IMPLEMENTASI KEBIJAKAN PENGELOLAAN KEUANGAN
DAERAH PROPINSI JAWA TENGAH
Tujuan dari penelitian ini adalah menjelaskan manajemen moneter dan akuntabilitas pelaksanaan moneter dan faktor yang mempengaruhi di Provinsi Jawa Tengah. Hasil dari penelitian ini adalah: pertama, penerapan kebijakan moneter manajemen dan moneter akuntabilitas tidak mengalami kendala berarti. Tapi dalam kasus penerapan prinsip transparansi APBD yaitu, Akuntabilitas dan efisien tidak optimal. Kedua: faktor-faktor yang berpengaruh terhadap APBD pelaku implementasi adalah komunikasi, tidak ada perintah untuk menghapus lebih rinci, sumber daya faktor yang kurang fasilitas perangkat lunak computer aplikasi, dan birokrasi faktor struktur yang panjang birokrasi pencairan dana dan kurangnya dari Pengawas, independensi kurang dan obyektivitas.
A. PENDAHULUAN
Semenjak terbitnya Kepmendagri Nomor 29 Tahun 2002 tentang pedoman pengurusan, pertanggungjawaban dan pengawasan keuangan daerah, serta tata cara penyusunan APBD, pelaksanaan tata usaha keuangan daerah dan penyusunan perhitungan APBD, terjadi perubahan mendasar dalam pengelolaan keuangan daerah. Salah satu perubahan tersebut adalah adanya anggaran berbasis kinerja dan hilangnya klasifikasi anggaran rutin dan pembangunan. Pemerintah Propinsi Jawa Tengah sebagai salah satu pemerintah daerah di Indonesia, dalam rangka menindaklanjuti Kepmendagri tersebut telah menerbitkan SK Gubernur Nomor 105 Tahun 2002 dan diperbaharui dengan Nomor 120 tahun 2003 tentang Pedoman penatausahaan dan pelaksanaan Anggaran Pendapatan dan Belanja Daerah propinsi Jawa Tengah. Dalam SK Gubernur tersebut diatur hal-hal pokok sebagai berikut : 1) Pedoman umum, 2) Tahap Persiapan Pelaksanaan APBD, 3) Tahap pelaksanaan APBD, 4) Tahap pengendalian pelaksanaan APBD, 5) Perubahan APBD dan 6) Perhitungan APBD.

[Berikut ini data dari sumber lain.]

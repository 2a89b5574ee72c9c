// SPDX-License-Identifier: MIT
#include "firmware_host/car/truth.hpp"

#include <cmath>
#include <cstdio>
#include <limits>

#include "firmware_host/car/truth_recorder.hpp"

namespace holdfast::sim {
namespace {

constexpr double kUnknown = std::numeric_limits<double>::quiet_NaN();
constexpr double kBrakesWithinS = 3.0;  // later brakes belong to something else

// One cell of a CSV line with the comma before it; empty for NaN.
std::string cell(double value, int decimals) {
    if (std::isnan(value)) return ",";
    char text[48];
    std::snprintf(text, sizeof text, ",%.*f", decimals, value);
    return text;
}

}  // namespace

void TruthRecorder::sample(const TruthInstant& now) {
    samples_.push_back({now.time_s, now.air_speed_mps, now.air_density_kgpm3, now.areas.front_m2,
                        now.areas.rear_m2, now.areas.drag_m2, now.attached, now.flap_position,
                        now.speed_mps});
}

void TruthRecorder::watch(const TruthInstant& now) {
    if (before_.flap_command && !now.flap_command) begin(now);
    if (open_) {
        if (!shut_ && now.flap_position == before_.flap_position) moving_since_s_ = now.time_s;  // not yet
        if (!shut_ && now.flap_position <= 0.0) {
            shut_ = true;
            const double chord_s = flap_.chord_m / now.air_speed_mps;
            closure_.time_closed_s = now.time_s;
            closure_.closing_time_s = now.time_s - moving_since_s_;
            closure_.dead_s = flap_.dead_chords * chord_s;
            closure_.tau_s = now.closing.tau_chords * chord_s;
        }
        regain(now, 0.90, closure_.t90_s);
        regain(now, 0.95, closure_.t95_s);
        brakes(now);
        const bool waited = shut_ && now.time_s > closure_.time_closed_s + kBrakesWithinS;
        const bool opens_again = now.flap_command && !before_.flap_command;
        if (opens_again || waited) finish();
    }
    before_ = now;
}

void TruthRecorder::begin(const TruthInstant& now) {
    finish();
    open_ = true;
    shut_ = false;
    moving_since_s_ = now.time_s;
    closure_ = TruthClosure{};
    closure_.number = ++count_;
    closure_.lap = now.lap;
    closure_.time_command_s = now.time_s;
    closure_.speed_mps = now.speed_mps;
    closure_.slow = now.closing.slow;
    closure_.plateau = now.closing.plateau;
    closure_.time_closed_s = closure_.t90_s = closure_.t95_s = kUnknown;
    closure_.time_brake_s = closure_.attached_at_brake = kUnknown;
    closure_.missing_at_brake_n = closure_.missing_share = kUnknown;
}

// Instant at which the flow's share passes `share`, between the two steps around it. Kept as time since the
// log began until the closing is over.
void TruthRecorder::regain(const TruthInstant& now, double share, double& time_s) const {
    if (!std::isnan(time_s) || now.attached < share || before_.attached >= share) return;
    const double part = (share - before_.attached) / (now.attached - before_.attached);
    time_s = before_.time_s + part * (now.time_s - before_.time_s);
}

void TruthRecorder::brakes(const TruthInstant& now) {
    if (!std::isnan(closure_.time_brake_s) || now.brake_pressure_pa <= 0.0) return;
    const double pressure_pa = 0.5 * now.air_density_kgpm3 * now.air_speed_mps * now.air_speed_mps;
    const double missing_m2 = flap_.area_m2 * (1.0 - now.attached);
    closure_.time_brake_s = now.time_s;
    closure_.zone = now.zone_ahead;
    closure_.attached_at_brake = now.attached;
    closure_.missing_at_brake_n = pressure_pa * missing_m2;
    closure_.missing_share = missing_m2 / (now.areas.rear_m2 + missing_m2);
}

void TruthRecorder::finish() {
    if (!open_) return;
    open_ = false;
    if (!shut_) return;  // opened again, or over, before it was ever shut: no closing
    closure_.t90_s -= closure_.time_closed_s;
    closure_.t95_s -= closure_.time_closed_s;
    closures_.push_back(closure_);
}

void write_truth_csv(std::ostream& out, const std::vector<TruthSample>& truth) {
    out << "t,airspeed,rho,cla_front,cla_rear,cda,attached,flap,speed\n";
    for (const TruthSample& s : truth) {
        out << cell(s.time_s, 3).substr(1) << cell(s.air_speed_mps, 3) << cell(s.air_density_kgpm3, 5)
            << cell(s.cla_front_m2, 4) << cell(s.cla_rear_m2, 4) << cell(s.cda_m2, 4) << cell(s.attached, 4)
            << cell(s.flap_position, 3) << cell(s.speed_mps, 3) << '\n';
    }
}

void write_truth_closures_csv(std::ostream& out, const std::vector<TruthClosure>& closures) {
    out << "closure,lap,zone,t_command,t_closed,speed,closing_time,dead,tau,t90_after_closed,t95_after_"
           "closed,"
           "t_brake,attached_at_brake,missing_at_brake_N,missing_at_brake_frac_rear,slow,failed,plateau\n";
    for (const TruthClosure& c : closures) {
        out << c.number << ',' << c.lap << ',' << c.zone << cell(c.time_command_s, 4)
            << cell(c.time_closed_s, 4) << cell(c.speed_mps, 3) << cell(c.closing_time_s, 4)
            << cell(c.dead_s, 4) << cell(c.tau_s, 4) << cell(c.t90_s, 4) << cell(c.t95_s, 4)
            << cell(c.time_brake_s, 4) << cell(c.attached_at_brake, 4) << cell(c.missing_at_brake_n, 1)
            << cell(c.missing_share, 4) << ',' << (c.slow ? 1 : 0) << ',' << (c.plateau < 1.0 ? 1 : 0)
            << cell(c.plateau, 3) << '\n';
    }
}

}  // namespace holdfast::sim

Dalam pedoman umum angka tiga huruf a, diatur tentang prinsip pelaksanaan APBD, antara lain : hemat, tidak mewah, efisien, efektif terarah, terkendali, transparan dan akuntanbel. Permasalahan yang dihadapi adalah implementasi prinsip pelaksanaan APBD tersebut belum optimal.
Tabel. 1.
Indikasi Penyimpangan Pengelolaan Keuangan Daerah
Propinsi Jawa Tengah.
No
|
Kasus
|
Indikasi
|
Sumber
|
1
|
Dugaan Korupsi APBD 2003 oleh DPRD periode 1999-2004. Tentang :
· Biaya Kegiatan khusus
· Dana sarana khusus
· Anggaran Rumah Tangga
|
-Tidak Transparan
-Tidak Akuntabel
-Tidak efisien
|
Suara Merdeka,
27/6/2004
|
2
|
Pembayaran Gaji Dobel bulan September Anggota DPRD periode 1999-2004 dan 2004 – 2009
|
- Tidak efisien
- pemborosan
|
Wawasan,
2/9/2004
|
3
|
Asuransi asset pemprov Jawa Tengah kepada PT. Asuransi Bangun Askrida
tanpa melalui pelelangan
|
- Tidak Transparan
|
Radar Semarang,
4/12/2004
|
4
|
Pemberangkatan Haji Abidin (atas biaya dinas) kepada pejabat dan anggota DPRD Prop. Jawa Tengah
|
- Tidak efisien
- pemborosan
|
Suara Merdeka,
7/12/2004
|
5
|
Anggaran pakaian Gubernur dan Wagub yang mencapai 94 Milyar
|
-Tidak efisien
-pemborosan
|
Suara Merdeka,
4/12/2004
|
Sumber : Radar, Wawasan dan Suara Merdeka (data diolah)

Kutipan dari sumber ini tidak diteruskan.